--- INFORMATION ---
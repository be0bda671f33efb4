package gen

import (
	"math"

	"groundtally/geo"
)

// The plane of the island: metres east and north of an origin in zone 26 of the universal transverse
// Mercator system on WGS 84, whose central meridian is 27 W. Plane and EPSG:32626 thus differ by a
// shift alone, and the terrain grid lies straight in both.
const (
	centralMeridianDeg = -27.0
	originEastingM     = 500000.0
	originNorthingM    = 5261000.0
)

// lonLat gives the position on WGS 84 of a point of the plane.
func lonLat(p geo.XY) geo.LonLat {
	return utmInverse(p.X+originEastingM, p.Y+originNorthingM, centralMeridianDeg)
}

// Ellipsoid WGS 84 and the constants of the universal transverse Mercator system.
const (
	semiMajorM   = 6378137.0
	flattening   = 1 / 298.257223563
	utmScale     = 0.9996
	utmFalseEast = 500000.0
)

// thirdFlattening is n = f / (2 - f); rectifyingRadius is A of the Krueger series.
var (
	thirdFlattening  = flattening / (2 - flattening)
	rectifyingRadius = semiMajorM / (1 + thirdFlattening) * (1 + math.Pow(thirdFlattening, 2)/4 + math.Pow(thirdFlattening, 4)/64)
)

// series gives Σ c_j·n^j for j from 1.
func series(c ...float64) float64 {
	n, sum := 1.0, 0.0
	for _, v := range c {
		n = n * thirdFlattening
		sum += float64(v * n)
	}
	return sum
}

// Coefficients of the Krueger series to the fourth order of n: alpha forward, beta inverse, delta from
// conformal to geodetic latitude.
var (
	kruegerAlpha = [4]float64{
		series(1.0/2, -2.0/3, 5.0/16, 41.0/180),
		series(0, 13.0/48, -3.0/5, 557.0/1440),
		series(0, 0, 61.0/240, -103.0/140),
		series(0, 0, 0, 49561.0/161280),
	}
	kruegerBeta = [4]float64{
		series(1.0/2, -2.0/3, 37.0/96, -1.0/360),
		series(0, 1.0/48, 1.0/15, -437.0/1440),
		series(0, 0, 17.0/480, -37.0/840),
		series(0, 0, 0, 4397.0/161280),
	}
	kruegerDelta = [4]float64{
		series(2, -2.0/3, -2, 116.0/45),
		series(0, 7.0/3, -8.0/5, -227.0/45),
		series(0, 0, 56.0/15, -136.0/35),
		series(0, 0, 0, 4279.0/630),
	}
)

// utmForward projects a position to the northern half of a transverse Mercator zone.
//
//	t  = sinh(artanh(sin φ) - s·artanh(s·sin φ)),  s = 2·sqrt(n)/(1+n)
//	ξ' = atan2(t, cos λ),  η' = artanh(sin λ / sqrt(1 + t²))
//	N  = k0·A·(ξ' + Σ α_j sin 2jξ' cosh 2jη'),  E = 500000 + k0·A·(η' + Σ α_j cos 2jξ' sinh 2jη')
//
// φ is latitude (Lat, degrees, 0 to 84), λ longitude from the central meridian (degrees, within 6).
// Outside that range the series loses accuracy without warning. Inside it the error is below a tenth of
// a millimetre. Source: L. Krueger, Konforme Abbildung des Erdellipsoids in der Ebene, 1912.
func utmForward(p geo.LonLat, meridianDeg float64) (eastingM, northingM float64) {
	phi, lambda := p.Lat*math.Pi/180, (p.Lon-meridianDeg)*math.Pi/180
	s := 2 * math.Sqrt(thirdFlattening) / (1 + thirdFlattening)
	t := math.Sinh(math.Atanh(math.Sin(phi)) - float64(s*math.Atanh(s*math.Sin(phi))))
	xi1 := math.Atan2(t, math.Cos(lambda))
	eta1 := math.Atanh(math.Sin(lambda) / math.Sqrt(1+float64(t*t)))
	xi, eta := xi1, eta1
	for j, a := range kruegerAlpha {
		k := 2 * float64(j+1)
		xi += float64(a * math.Sin(k*xi1) * math.Cosh(k*eta1))
		eta += float64(a * math.Cos(k*xi1) * math.Sinh(k*eta1))
	}
	return utmFalseEast + float64(utmScale*rectifyingRadius*eta), utmScale * rectifyingRadius * xi
}

// utmInverse is the inverse of utmForward, with the β and δ coefficients of the same source.
func utmInverse(eastingM, northingM, meridianDeg float64) geo.LonLat {
	xi := northingM / (utmScale * rectifyingRadius)
	eta := (eastingM - utmFalseEast) / (utmScale * rectifyingRadius)
	xi1, eta1 := xi, eta
	for j, b := range kruegerBeta {
		k := 2 * float64(j+1)
		xi1 -= float64(b * math.Sin(k*xi) * math.Cosh(k*eta))
		eta1 -= float64(b * math.Cos(k*xi) * math.Sinh(k*eta))
	}
	chi := math.Asin(math.Sin(xi1) / math.Cosh(eta1))
	phi := chi
	for j, d := range kruegerDelta {
		phi += float64(d * math.Sin(2*float64(j+1)*chi))
	}
	lambda := math.Atan2(math.Sinh(eta1), math.Cos(xi1))
	return geo.LonLat{Lon: meridianDeg + lambda*180/math.Pi, Lat: phi * 180 / math.Pi}
}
---
» **WHAT YOU NEED TO DO**
Check each line of the data above for the string "system", and copy the ones that have it.

» **COMPLETED TASK**
// Mercator system on WGS 84, whose central meridian is 27 W. Plane and EPSG:32626 thus differ by a
// Ellipsoid WGS 84 and the constants of the universal transverse Mercator system.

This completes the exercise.